→ Exercise brief: Report each line below that carries the word "every".
START Data excerpts
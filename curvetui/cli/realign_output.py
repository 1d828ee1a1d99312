"""What `curvetui realign` writes: the text report, the JSON object and the slew CSV.

Lengths in the user's units: stations in m or ft, versines and slews in mm or in (the
cant unit). Numbers are rounded only here, for display; every verdict was taken before.
"""

from __future__ import annotations

import csv
import io
import math

from curvetui import CAUTION
from curvetui.screen_text import clean, markup

COLUMNS = ("station", "measured", "designed", "slew", "direction")


def _decimals(units) -> int:
    return 1 if units.name == "metric" else 3  # 0.1 mm, 0.001 in


def fixed(x: float, decimals: int) -> str:
    """``x`` to ``decimals`` places, a value that rounds to 0 as 0 (never -0.0)."""
    r = round(float(x), decimals)
    return f"{(r if r != 0 else 0.0):.{decimals}f}"


def direction(slew_shown: float, decimals: int) -> str:
    """'out' (away from the curve's centre) or 'in'; '' for a slew shown as 0."""
    if round(abs(slew_shown), decimals) == 0:
        return ""
    return "out" if slew_shown > 0 else "in"


def rows(design, units) -> list[tuple[float, float, float, float, str]]:
    """(station, measured, designed, slew, direction) in user units, unrounded numbers."""
    k = _decimals(units)
    out = []
    for st, m, d, s in zip(
        design.stations, design.measured, design.designed, design.slews, strict=False
    ):
        s_u = float(s) / units.cant
        out.append(
            (
                float(st) / units.length,
                float(m) / units.cant,
                float(d) / units.cant,
                s_u,
                direction(s_u, k),
            )
        )
    return out


def corrections_by_row(design, units) -> list[float] | None:
    """The local versine correction at every station (user units, 0 outside the windows);
    None when the design has none."""
    corr = getattr(design, "corrections", ())
    if not corr or not design.designed.size:
        return None
    by = {round(float(st), 9): float(v) for st, v in corr}
    return [by.get(round(float(st), 9), 0.0) / units.cant for st in design.stations]


def corrections_line(design, units) -> str:
    """One sentence: the designed versines include local corrections (largest, where)."""
    corr = getattr(design, "corrections", ())
    if not corr:
        return ""
    k = _decimals(units)
    st, v = max(corr, key=lambda q: abs(q[1]))
    return (
        "The designed versines include local versine corrections at the holds (the smooth "
        f"diagram alone cannot meet them): {len(corr)} stations within "
        f"{design.correction_window} of each hold, balanced so the slews elsewhere are the "
        f"smooth diagram's; largest {fixed(v / units.cant, k)} {units.cant_label} at "
        f"{st / units.length:g} {units.length_label} (common practice, no source)"
    )


def summary(design, units) -> dict:
    """The design's figures in user units (None where there is no design)."""
    ln, c = units.length, units.cant

    def f(x, per):
        return None if not math.isfinite(x) else float(x) / per

    return {
        "chord": design.chord / ln,
        "feasible": design.feasible,
        "radius": f(design.radius, ln),
        "central_versine": f(design.central_versine, c),
        "transition_in": f(design.transition_in, ln),
        "transition_out": f(design.transition_out, ln),
        "ts": f(design.ts, ln),
        "sc": f(design.sc, ln),
        "cs": f(design.cs, ln),
        "st": f(design.st, ln),
        "max_slew": f(design.max_slew, c),
        "sum_squared_slews": f(design.sum_squared_slews, c * c),
        "slew_limit": None if design.slew_limit is None else design.slew_limit / c,
        "smallest_limit": None if design.smallest_limit is None else design.smallest_limit / c,
        "holds": [{"station": s / ln, "slew": v / c} for s, v in design.holds],
        "binding_holds": [s / ln for s in design.binding_holds],
        "binding_limit_stations": [s / ln for s in design.binding_limit_stations],
        "reason": "" if design.feasible else infeasible_text(design, units),
        "corrections": [
            {"station": st_ / ln, "correction": v / c}
            for st_, v in getattr(design, "corrections", ())
        ],
        "correction_window": getattr(design, "correction_window", 0),
    }


def report_json(design, rail, units) -> dict:
    """One JSON object: units, the design, the table, the rail record, the caution."""
    table = [dict(zip(COLUMNS, r, strict=True)) for r in rows(design, units)]
    corr = corrections_by_row(design, units)
    if corr is not None:
        for row, v in zip(table, corr, strict=True):
            row["correction"] = v
    return {
        "units": {
            "station": units.length_label,
            "versine": units.cant_label,
            "slew": units.cant_label,
            "slew_positive": "out (away from the centre)",
        },
        "design": summary(design, units),
        "rail": None
        if rail is None
        else {
            "status": rail.status,
            "record": rail.record,
            "proposed_cant": rail.proposed_cant,
            "notes": list(rail.notes),
        },
        "slews": table,
        "status": "fail" if (not design.feasible or (rail and rail.status == "fail")) else "pass",
        "caution": CAUTION,
    }


def infeasible_text(design, units) -> str:
    """Why there is no design, in the user's units."""
    cl = units.cant_label
    if design.smallest_limit is None or design.slew_limit is None:
        return design.reason
    k = _decimals(units)
    holds = " while meeting the hold points" if design.holds else ""
    if getattr(design, "corrections", ()):
        holds += ", even with local versine corrections at the holds"
    return (
        f"no design keeps every slew within {design.slew_limit / units.cant:g} {cl}{holds}; "
        f"the smallest limit that works is {fixed(design.smallest_limit / units.cant, k)} {cl}"
        " (the design shown meets it)"
    )


def _length(x: float) -> str:
    """A length as the report gives it: to 0.01, no trailing zeros."""
    return f"{round(x, 2):g}"


def _design_lines(design, units) -> list[str]:
    s = summary(design, units)
    ln, cl = units.length_label, units.cant_label
    k = _decimals(units)
    lines = []
    if s["radius"] is not None:
        lines.append(
            f"Designed curve: R {s['radius']:.1f} {ln} (central versine "
            f"{s['central_versine']:.{k}f} {cl} on a {s['chord']:g} {ln} chord), transitions "
            f"{_length(s['transition_in'])} and {_length(s['transition_out'])} {ln}"
        )
        lines.append(
            f"Breakpoints: TS {fixed(s['ts'], 2)}, SC {fixed(s['sc'], 2)}, "
            f"CS {fixed(s['cs'], 2)}, ST {fixed(s['st'], 2)} {ln}"
        )
        lines.append(
            f"Greatest slew {s['max_slew']:.{k}f} {cl}; sum of squared slews "
            f"{s['sum_squared_slews']:.{k}f} {cl}^2"
        )
    if s["slew_limit"] is not None:
        reached = ", ".join(f"{x:g}" for x in s["binding_limit_stations"])
        if not design.feasible:
            reached = " (not met)"
        elif reached:
            reached = f": reached at {reached} {ln}"
        else:
            reached = " (not reached)"
        lines.append(f"Slew limit {s['slew_limit']:g} {cl}{reached}")
    for h in s["holds"]:
        binds = h["station"] in s["binding_holds"]
        if not design.feasible:
            state = "(not met)" if s["radius"] is None else "(met by the design below)"
        elif getattr(design, "corrections", ()):
            state = "(met with local corrections)"
        else:
            state = "(binds: the optimum moves without it)" if binds else "(does not bind)"
        lines.append(f"Hold at {h['station']:g} {ln}: slew {h['slew']:g} {cl} {state}")
    if corrections_line(design, units):
        lines.append(corrections_line(design, units))
    return lines


def print_report(design, rail, units, output) -> None:
    from rich.table import Table

    from curvetui.cli.common import console, print_caution

    out = console()
    k = _decimals(units)
    for line in _design_lines(design, units):
        out.print(markup(line))
    if not design.feasible:
        out.print(f"[bold red]INFEASIBLE:[/] {markup(infeasible_text(design, units))}")
    if rail is not None:
        out.print(
            f"Rail checks: [bold {'red' if rail.status == 'fail' else 'green'}]"
            f"{rail.status.upper()}[/]"
        )
        rec = rail.record or {}
        if rec:
            excess = rec.get("cant_excess")
            out.print(
                markup(
                    f"  cant {fixed(rec['cant'], k)} {units.cant_label}, deficiency "
                    f"{fixed(rec['cant_deficiency'], k)}, excess "
                    + (fixed(excess, k) if excess is not None else "-")
                    + f" {units.cant_label} (limits {rec['limits']}); checks: "
                    + ", ".join(f"{c} {v}" for c, v in rec["checks"].items())
                )
            )
            for m in rec.get("messages", []):
                if m.get("severity") in ("fail", "warning"):
                    out.print("  " + markup(f"{m['severity']}: {m['text']}"))
        for note in rail.notes:
            out.print("  " + markup(note))
    if design.designed.size:
        t = Table(title=f"Slews (+ out, away from the curve's centre; {units.cant_label})")
        for c, j in zip(COLUMNS, ("right", "right", "right", "right", "left"), strict=True):
            unit = {"station": units.length_label, "direction": ""}.get(c, units.cant_label)
            t.add_column(f"{c} {unit}".strip(), justify=j)
        corr = corrections_by_row(design, units)
        if corr is not None:
            t.add_column(f"correction {units.cant_label}", justify="right")
        for j, (st, m, d, s, dr) in enumerate(rows(design, units)):
            extra = () if corr is None else (fixed(corr[j], k),)
            t.add_row(f"{st:g}", fixed(m, k), fixed(d, k), fixed(s, k), dr, *extra)
        out.print(t)
    if output is not None:
        out.print(f"Slew table written: {markup(output)}")
    print_caution(out)


def csv_text(design, units, survey_path: str) -> str:
    """The slew table as CSV: a header, a row per station, then comment lines (#)."""
    from curvetui.batch.formulas import neutral_text

    k = _decimals(units)
    ln, cl = units.length_label, units.cant_label
    buf = io.StringIO()
    w = csv.writer(buf, lineterminator="\n")
    corr = corrections_by_row(design, units)  # a column only when there are corrections
    head = [f"station_{ln}", f"measured_{cl}", f"designed_{cl}", f"slew_{cl}", "direction"]
    w.writerow(head + ([] if corr is None else [f"correction_{cl}"]))
    for j, (st, m, d, s, dr) in enumerate(rows(design, units)):
        extra = [] if corr is None else [fixed(corr[j], k + 1)]
        w.writerow([f"{st:.4f}", fixed(m, k + 1), fixed(d, k + 1), fixed(s, k + 1), dr, *extra])
    name = neutral_text(clean(survey_path, one_line=True))
    buf.write(
        f"# survey {name}; chord {design.chord / units.length:g} {ln}; stations in "
        f"{ln}, versines and slews in {cl}; slew + out (away from the curve's centre)\n"
    )
    for line in _design_lines(design, units):
        buf.write(f"# {line}\n")
    if not design.feasible:
        buf.write(f"# INFEASIBLE: {infeasible_text(design, units)}\n")
    buf.write(f"# {CAUTION}\n")
    return buf.getvalue()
END Data excerpts
→ Task answer:
cant unit). Numbers are rounded only here, for display; every verdict was taken before.
    """The local versine correction at every station (user units, 0 outside the windows);
        f"no design keeps every slew within {design.slew_limit / units.cant:g} {cl}{holds}; "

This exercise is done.